- TASK OBJECTIVE
Once you reach the line containing "if match is" in the data below, restate each line word for word up to and including the one containing "si = to_si(magnitude, unit, spec, difference=difference)".

┌─ SUPPLIED ENTRIES

def parse_unit(unit: str) -> pint.Unit:
    """Parse a unit string with :data:`ureg`.

    Besides pint's syntax (``"W/m^2/K"``, ``"m^2*K/W"``) the SI exponent style
    ``"W m-2 K-1"`` is accepted.

    Raises
    ------
    UnitError
        For a unit pint does not know.
    """
    # SI exponent style "W m-2 K-1" (as in the docstrings) → "W m**-2 K**-1" for pint
    text = _EXPONENT.sub(r"**\1", unit)
    try:
        parsed = ureg.parse_units(text)
    except pint.UndefinedUnitError:
        raise UnitError(f"unknown unit {unit!r}") from None
    except Exception as err:  # pint raises several types for malformed unit text
        raise UnitError(f"unreadable unit {unit!r} ({type(err).__name__}: {err})") from None
    return parsed


def parse_value(value: object, spec: QuantitySpec, *, difference: bool = False) -> Parsed:
    """Convert a config value to SI.

    Parameters
    ----------
    value
        A string ``"<number> <unit>"``, or a bare ``int``/``float`` for a dimensionless spec.
    spec
        What the value must be.
    difference
        Read a temperature as a difference: ``"2 degC"`` is 2 K, not 275.15 K.

    Returns
    -------
    Parsed
        The SI value, the user's unit text and the original text.

    Raises
    ------
    UnitError
        For a missing unit, an unknown unit, a wrong dimension or a non-finite number.

    Examples
    --------
    >>> from plyrisk.study.units import LENGTH, TEMPERATURE, parse_value
    >>> parsed = parse_value("0.8 mm", LENGTH)
    >>> round(parsed.si, 9), parsed.unit
    (0.0008, 'mm')
    >>> round(parse_value("34 degC", TEMPERATURE).si, 6)
    307.15
    >>> round(parse_value("2 degC", TEMPERATURE, difference=True).si, 6)
    2.0
    >>> parse_value("0.8", LENGTH)
    Traceback (most recent call last):
    ...
    plyrisk.study.units.UnitError: a bare number needs a unit: expected a length such as ...
    """
    wanted = f"{spec.what} such as {spec.example!r}"
    if isinstance(value, bool) or not isinstance(value, int | float | str):
        raise UnitError(f"expected {wanted}, got {_show(value)}")
    if isinstance(value, int | float):
        if not spec.dimensionless:
            raise UnitError(
                f"a bare number needs a unit: expected {wanted}, got {value!r}"
            )
        if not math.isfinite(value):
            raise UnitError(f"must be finite, got {value!r}")
        return Parsed(float(value), "", repr(value))
    match = _NUMBER.match(value)
    if match is None:
        raise UnitError(f"expected '<number> <unit>', i.e. {wanted}, got {value!r}")
    magnitude, unit = float(match.group(1)), match.group(2)
    if not math.isfinite(magnitude):
        raise UnitError(f"must be finite, got {value!r}")
    if not unit and not spec.dimensionless:
        raise UnitError(f"a bare number needs a unit: expected {wanted}, got {value!r}")
    try:
        si = to_si(magnitude, unit, spec, difference=difference)
    except UnitError as err:
        raise UnitError(f"{err} in {value!r}; expected {wanted}") from None
    return Parsed(float(si), unit, value)


def to_si(
    values: ArrayLike, unit: str, spec: QuantitySpec, *, difference: bool = False
) -> np.ndarray | float:
    """Convert magnitudes in the user's ``unit`` to the spec's SI unit.

    Parameters
    ----------
    values
        Magnitudes in ``unit`` [unit].
    unit
        The user's unit text; ``""`` for dimensionless.
    spec
        Target quantity.
    difference
        Treat a temperature unit as a difference.

    Returns
    -------
    numpy.ndarray or float
        The values in ``spec.si_unit`` [SI].
    """
    target = ureg.parse_units(spec.si_unit)
    try:
        units = _units(unit, difference=difference)
        same = units.dimensionality == target.dimensionality
    except UnitError:
        raise
    except Exception as err:  # pint fails on some exotic (e.g. logarithmic) units
        raise UnitError(f"unusable unit {unit!r} ({type(err).__name__})") from None
    if not same:
        raise UnitError(
            f"unit {unit or '(none)'!r} has dimension {_dim(units)}, not {_dim(target)}"
        )
    try:
        return ureg.Quantity(_magnitudes(values), units).to(target).magnitude
    except Exception as err:  # e.g. an offset unit inside a product
        raise UnitError(f"cannot convert {unit!r} to {spec.si_unit} ({err})") from None


def from_si(
    values: ArrayLike, unit: str, spec: QuantitySpec, *, difference: bool = False
) -> np.ndarray | float:
    """Convert SI values back to the user's unit, e.g. K → degC (with offset) [unit].

    Parameters
    ----------
    values
        Values in ``spec.si_unit`` [SI].
    unit
        The user's unit text.
    spec
        The quantity.
    difference
        The values are temperature differences: K → degC has no offset.
    """
    units = _units(unit, difference=difference)
    return ureg.Quantity(_magnitudes(values), ureg.parse_units(spec.si_unit)).to(units).magnitude


def format_value(
    value: float, unit: str, spec: QuantitySpec, *, difference: bool = False, digits: int = 4
) -> str:
    """An SI value shown in the user's unit, e.g. ``"0.5 mm"``.

    Parameters
    ----------
    value
        Value in ``spec.si_unit`` [SI].
    unit
        The user's unit text.
    spec
        The quantity.
    difference
        The value is a temperature difference: shown in ``K`` for a Celsius unit and as
        ``delta_<unit>`` for another offset unit (``delta_degF``), never with the offset
        unit's own name (a drop of 10 K is not "10 degC").
    digits
        Significant digits.

    Examples
    --------
    >>> from plyrisk.study.units import TEMPERATURE, format_value
    >>> format_value(10.0, "degC", TEMPERATURE, difference=True)
    '10 K'
    >>> format_value(10.0, "degF", TEMPERATURE, difference=True)
    '18 delta_degF'
    """
    shown = float(from_si(value, unit, spec, difference=difference))
    return f"{_g(shown, digits)} {difference_unit(unit) if difference else unit}".rstrip()


def difference_unit(unit: str) -> str:
    """The label of a difference in ``unit``: ``K`` for a Celsius unit, ``delta_<unit>`` for
    another offset unit (Fahrenheit), else ``unit`` itself."""
    try:
        units = parse_unit(unit)
    except Exception:  # not a unit pint knows: leave the text as it is
        return unit
    items = dict(units._units)
    if len(items) != 1 or ureg.Quantity(1, units)._is_multiplicative:
        return unit
    (name, _), = items.items()
    return "K" if name == "degree_Celsius" else f"delta_{unit.strip()}"


def _magnitudes(values: ArrayLike) -> float | np.ndarray:
    """Numbers stay numbers, anything else becomes a float array (as pint would make it)."""
    return values if isinstance(values, int | float) else np.asarray(values, dtype=float)


def _units(unit: str, *, difference: bool) -> pint.Unit:
    units = parse_unit(unit)
    items = dict(units._units)
    if difference and len(items) == 1:
        (name, power), = items.items()
        if power == 1 and not ureg.Quantity(1, units)._is_multiplicative:
            units = ureg.parse_units(f"delta_{name}")
    return units


_KINDS = (("W/m^2", "heat flux"), ("W", "power"), ("J/m^2", "energy per area"),
          ("J", "energy"), ("m", "length"), ("s", "time"), ("K", "temperature"),
          ("W/m/K", "thermal conductivity"), ("W/m/K^2", "conductivity per kelvin"),
          ("W/m^2/K", "heat transfer coefficient"), ("m^2*K/W", "thermal resistance per area"),
          ("kg/m^3", "density"), ("J/kg/K", "specific heat"), ("J/m^2/K", "heat capacity per "
          "area"), ("kg", "mass"), ("Pa", "pressure"), ("m^2", "area"), ("1/s", "rate"))
"""Dimensions named in words in error messages (the unit in brackets is an example)."""


def _dim(units: pint.Unit) -> str:
    dim = units.dimensionality
    if str(dim) in ("", "dimensionless"):
        return "dimensionless"
    for example, words in _KINDS:
        if ureg.parse_units(example).dimensionality == dim:
            return f"{words} (like {example})"
    return str(dim)


def _g(value: float, digits: int = 4) -> str:
    if value == math.inf:
        return "inf"
    if value == -math.inf:
        return "-inf"
    return f"{value:.{digits}g}"


def _show(value: object) -> str:
    if isinstance(value, dict):
        return f"a table with keys {', '.join(map(str, value)) or '(none)'}"
    if isinstance(value, list):
        return f"a list {value!r}"
    return repr(value)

└─

- EXERCISE ANSWER
    if match is None:
        raise UnitError(f"expected '<number> <unit>', i.e. {wanted}, got {value!r}")
    magnitude, unit = float(match.group(1)), match.group(2)
    if not math.isfinite(magnitude):
        raise UnitError(f"must be finite, got {value!r}")
    if not unit and not spec.dimensionless:
        raise UnitError(f"a bare number needs a unit: expected {wanted}, got {value!r}")
    try:
        si = to_si(magnitude, unit, spec, difference=difference)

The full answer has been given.